Essay by Sarah Beach
“And the boy
Thought This is wonderful! and left his father,
Soared higher, higher, drawn to the vast heaven,
Nearer the sun, and the wax that held the wings
Melted in that fierce heat, and the bare arms
Beat up and down in air, and lacking oarage
Took hold of nothing. Father! he cried, and Father!
Until the blue sea hushed him, the dark water
Men call the Icarian now.”
Ovid, Metamorphoses, translated by Rolfe Humphries, lines 222-230
With these words the Roman poet Ovid describes the tragic death of Icarus, the climax of the myth. Daedalus, the first craftsman, and his son Icarus were imprisoned on the island of Crete by King Minos. Discontent with this sentence, Daedalus crafted two pairs of wings from wax and feathers for them to escape, and he warned Icarus of their limitations before taking off. The wings would fall apart when flown too close to the ocean or the sun. Despite this, Icarus got carried away with the joys of flight and soared too close to the sun, the wax melting, resulting in his drowning in the sea below. This is the best known version of the Icarus myth, and throughout history artists have represented the story in different ways.
Twentieth-century artist Max Beckmann’s offset lithograph entitled Icarus offers a different interpretation of the story from that in Ovid. The figure stretched diagonally across the page is not winged, but instead an ordinary man draped in plain cloth. It is as if he is suspended in air, as the tips of his toes bend under the tension of being the only part of his body grounded. Facing away from the viewer, Beckmann’s Icarus is in a pose that looks like one of prayer, with eyes closed, arms extended, and palms facing inward. The historical context of the print is essential in understanding Beckmann’s artistic choices. By 1935 in Beckmann’s home of Germany, the Third Reich had been established and the Nazi party was oppressing artists and other groups that did not fit German ideals. The figure’s pose of prayer reflects Beckmann’s re-focusing of the Icarus myth from the youth’s untimely death to that of hope for his escape. A sun, represented by only a few thin lines, shines in the distance, offering optimism and hope for the future. This work reflects Beckmann’s own feelings of imprisonment within Nazi Germany and his inner desire to escape to somewhere better. But Beckmann only managed to get as far as Amsterdam where there was still a prominent Nazi presence.

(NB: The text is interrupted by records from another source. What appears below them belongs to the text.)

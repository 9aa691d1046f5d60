package benchtrue.run;

import benchtrue.alarm.Alarm;
import benchtrue.alarm.ReferenceModel;
import benchtrue.alarm.RelationMonitor;
import benchtrue.estimate.Diagnosis;
import benchtrue.estimate.Forecast;
import benchtrue.estimate.Uncertainty;
import benchtrue.estimate.Verdict;
import benchtrue.model.DecisionRule;
import benchtrue.sheet.RelationSpec;
import benchtrue.sheet.UnknownSpec;
import java.util.ArrayList;
import java.util.List;
import org.jspecify.annotations.Nullable;

/** What the screen sees of one group of relations. */
final class GroupViews {
    private static final int PATH = 512;

    private final Engine engine;
    private final GroupRun run;
    private final PathHistory path;
    private double pathSegment = Double.NaN;

    GroupViews(Engine engine, GroupRun run) {
        this.engine = engine;
        this.run = run;
        path = new PathHistory(1 + 2 * run.estimates().length, PATH);
    }

    void reading() {
        if (run.segmentStart() != pathSegment) {
            path.clear();
            pathSegment = run.segmentStart();
        }
        if (!path.wants() || !run.estimator().determined()) {
            return;
        }
        Estimates now = run.now();
        path.set(0, engine.time());
        for (int i = 0; i < now.size(); i++) {
            path.set(1 + 2 * i, now.values()[i]);
            path.set(2 + 2 * i, now.of(i).expanded());
        }
        path.keep();
    }

    void addTo(List<Snapshot.RelationView> views) {
        Diagnosis diagnosis = run.estimator().diagnose();
        Estimates now = run.now();
        Outlook outlook = new Outlook(run, now, engine.monitor().interval());
        List<Snapshot.UnknownView> unknowns = new ArrayList<>();
        for (int i = 0; i < now.size(); i++) {
            unknowns.add(unknown(i, now, outlook));
        }
        for (int k = 0; k < run.specs().size(); k++) {
            views.add(relation(k, diagnosis, unknowns));
        }
    }

    private Snapshot.RelationView relation(int k, Diagnosis diagnosis, List<Snapshot.UnknownView> unknowns) {
        RelationSpec spec = run.specs().get(k);
        RelationMonitor tests = run.monitor().relation(k);
        RelationTrack track = run.track(k);
        List<Snapshot.UnknownView> own = new ArrayList<>();
        for (int place : spec.unknownIndex()) {
            own.add(unknowns.get(place));
        }
        return new Snapshot.RelationView(
                spec.relation().text(),
                spec.label(),
                spec.relation().responseUnit().symbol(),
                MemoryWords.of(run.forgetting().memory()),
                run.estimator().residualSd(k),
                run.estimator().degreesOfFreedom(k),
                run.estimator().effectiveReadings(),
                diagnosis.conditionIndex(),
                Names.groups(run.group(), diagnosis.inseparable()),
                own,
                track.strip(),
                track.heldOut(),
                tests.bound(),
                tests.untested().isEmpty(),
                tests.untested(),
                new Snapshot.Arms(tests.liveUp(), tests.liveDown()),
                new Snapshot.Arms(tests.referenceUp(), tests.referenceDown()));
    }

    private Snapshot.UnknownView unknown(int i, Estimates now, Outlook outlook) {
        UnknownSpec spec = run.group().unknowns().get(i);
        Uncertainty u = now.of(i);
        DecisionRule rule = engine.setup().sheet().rule();
        Verdict verdict =
                Verdict.judge(now.values()[i], u.expanded(), u.standard(), u.degreesOfFreedom(), spec.limits(), rule);
        String withheld = withheld();
        ReferenceModel reference = run.monitor().reference();
        double was = reference == null ? Double.NaN : reference.values()[i];
        Forecast forecast = outlook.forecast(i, spec.wanted());
        return new Snapshot.UnknownView(
                spec.name(),
                spec.unit().symbol(),
                now.values()[i],
                u.standard(),
                u.expanded(),
                u.coverageFactor(),
                u.degreesOfFreedom(),
                engine.settling(run.index()).of(i).word(),
                spec.wanted(),
                forecast.seconds(),
                forecast.neverWhy(),
                spec.limits(),
                rule == null ? "" : rule.word(),
                withheld == null ? verdict.word() : null,
                verdict.word() == null ? null : withheld,
                was,
                reference == null ? Double.NaN : difference(i, now, reference),
                path.copy(0),
                path.copy(1 + 2 * i),
                path.copy(2 + 2 * i));
    }

    /** In units of the standard uncertainty of the difference; what is systematic is common to both. */
    private static double difference(int i, Estimates now, ReferenceModel reference) {
        int at = i * now.size() + i;
        return (now.values()[i] - reference.values()[i])
                / Math.sqrt(now.covariance()[at] + reference.covariance()[at]);
    }

    /** Why no verdict is given now, or null. */
    private @Nullable String withheld() {
        for (RelationSpec spec : run.specs()) {
            Alarm alarm = engine.monitor().book().standingDrift(spec.label());
            if (alarm != null) {
                return Withheld.because(alarm);
            }
        }
        return null;
    }
}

Leonard Baskin was a later 20th-century Jewish-American sculptor and printmaker who also portrays Icarus. The work depicts the right profile of a muscular male figure from head to knee. The figure is a hybrid creature, with the head of a bird sitting directly on the body of a man. Baskin’s depiction of the myth in this wood engraving entitled Icarus moves away from Classical representations of the subject and instead highlights his personal interests and experiences. Birds of prey were a particular interest of Baskin’s, as he admired their form as well as their potential symbolism for death. They fit particularly well with the myth of Icarus, where flight is a salient feature of the story. The dark tone of this print reminds the viewer of Icarus’ sudden plummet to a watery grave. Such grotesque and dark subjects were a common theme throughout Baskin’s oeuvre, stemming from being raised during the time of the Great Depression and the Holocaust. Baskin was not personally affected by these events, but even witnessing them left an indelible mark on his artistic style.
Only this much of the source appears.